Exercise requirements:
Nothing but the lines below between the line holding "return [answer, solve];" and the line holding "filename app/api/v1/materials/[id]/qualities/route.ts", inclusive, should appear in the answer, each set down exactly.
========
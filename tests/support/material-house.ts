import { constituents, facets, suppliers } from '@/db/schema';
import { newId } from '@/lib/id';
import { type MaterialInput, materialInput } from '@/lib/shared/material';
import { type QualityInput, qualityInput } from '@/lib/shared/quality';
import { db, makeMember, makeTeam } from './database';

/** A house with an owner, two facets, a supplier and three constituents, for tests of materials. */
export async function materialHouse() {
  const team = await makeTeam();
  const [rosy, green] = [newId(), newId()];
  const facet = { family: 'Plants', description: 'Plain.', hueDeg: '10', lightness: '0.7' };
  await db.insert(facets).values([
    { teamId: team.id, id: rosy, slug: 'rosy', name: 'Rosy', position: 0, ...facet },
    { teamId: team.id, id: green, slug: 'green', name: 'Green', position: 1, ...facet },
  ]);
  const supplierId = newId();
  await db.insert(suppliers).values({ teamId: team.id, id: supplierId, name: 'Quiet Weir Oils' });
  const words = ['geraniol', 'linalool', 'whole-rose-oil'].map((slug) => ({
    ...{ teamId: team.id, id: newId(), slug, name: slug },
  }));
  await db.insert(constituents).values(words);
  const [geraniol = '', linalool = '', wholeRose = ''] = words.map(({ id }) => id);
  const owner = await makeMember(team, 'owner');
  return { team, owner, rosy, green, supplierId, geraniol, linalool, wholeRose };
}
export type MaterialHouse = Awaited<ReturnType<typeof materialHouse>>;

export const aMaterial = (more: Partial<Parameters<typeof materialInput.parse>[0] & object> = {}): MaterialInput =>
  materialInput.parse({
    name: `Material ${newId()}`,
    ...{ kind: 'synthetic', naturalShare: '0', strength: 1, strengthClass: 'medium', strengthSource: 'estimate' },
    ...more,
  });

export const aQuality = (house: MaterialHouse, more: object = {}): QualityInput =>
  qualityInput.parse({
    ...{ supplierId: house.supplierId, code: newId(), form: 'mobile liquid', completeness: 'unknown' },
    ...more,
  });

export const anOffer = (more: object = {}) => ({
  ...{ packAmount: '100', packUnit: 'g', price: '20', currency: 'EUR', offeredOn: '2026-11-02' },
  ...more,
});
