import { startTransition, useCallback, useEffect, useRef, useState } from 'react';
import type { SampleAnswer } from './sample-answer';

/**
 * Solves the sample in the visitor's browser. The worker starts with the first question; while it works, only the
 * newest price waits, so a drag is never behind by more than one solve.
 */
export function useSampleSolver(first: SampleAnswer): [answer: SampleAnswer, solve: (price: number) => void] {
  const [answer, setAnswer] = useState(first);
  const worker = useRef<Worker | null>(null);
  const busy = useRef(false);
  const waiting = useRef<number | null>(null);

  const ask = useCallback((price: number) => {
    busy.current = true;
    worker.current ??= start((next) => {
      // The thumb comes first: drawing the answer may be put off for it.
      startTransition(() => setAnswer(next));
      busy.current = false;
      const newest = waiting.current;
      waiting.current = null;
      if (newest !== null && newest !== next.price) ask(newest);
    });
    worker.current.postMessage(price);
  }, []);

  const solve = useCallback(
    (price: number) => {
      if (busy.current) waiting.current = price;
      else ask(price);
    },
    [ask],
  );

  useEffect(
    () => () => {
      worker.current?.terminate();
      worker.current = null;
      busy.current = false;
    },
    [],
  );
  return [answer, solve];
}

function start(onAnswer: (answer: SampleAnswer) => void): Worker {
  const worker = new Worker(new URL('./blend.worker.ts', import.meta.url), { type: 'module' });
  worker.addEventListener('message', ({ data }: MessageEvent<SampleAnswer>) => onAnswer(data));
  return worker;
}
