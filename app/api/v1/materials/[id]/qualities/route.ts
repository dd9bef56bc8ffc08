import { teamRoute } from '@/lib/api/team-route';
import { createQuality } from '@/lib/qualities/commands';
import { idParams } from '@/lib/shared/api-parts';
import { qualityView } from '@/lib/shared/material-view';
import { qualityInput } from '@/lib/shared/quality';

export const POST = teamRoute(
  {
    id: 'qualities.create',
    permission: 'material.write',
    params: idParams,
    body: qualityInput,
    result: qualityView,
    status: 201,
    once: true,
  },
  (ctx, { params, body }) => createQuality(ctx, params.id, body),
);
========
Response below:
  return [answer, solve];
}

function start(onAnswer: (answer: SampleAnswer) => void): Worker {
  const worker = new Worker(new URL('./blend.worker.ts', import.meta.url), { type: 'module' });
  worker.addEventListener('message', ({ data }: MessageEvent<SampleAnswer>) => onAnswer(data));
  return worker;
}
filename app/api/v1/materials/[id]/qualities/route.ts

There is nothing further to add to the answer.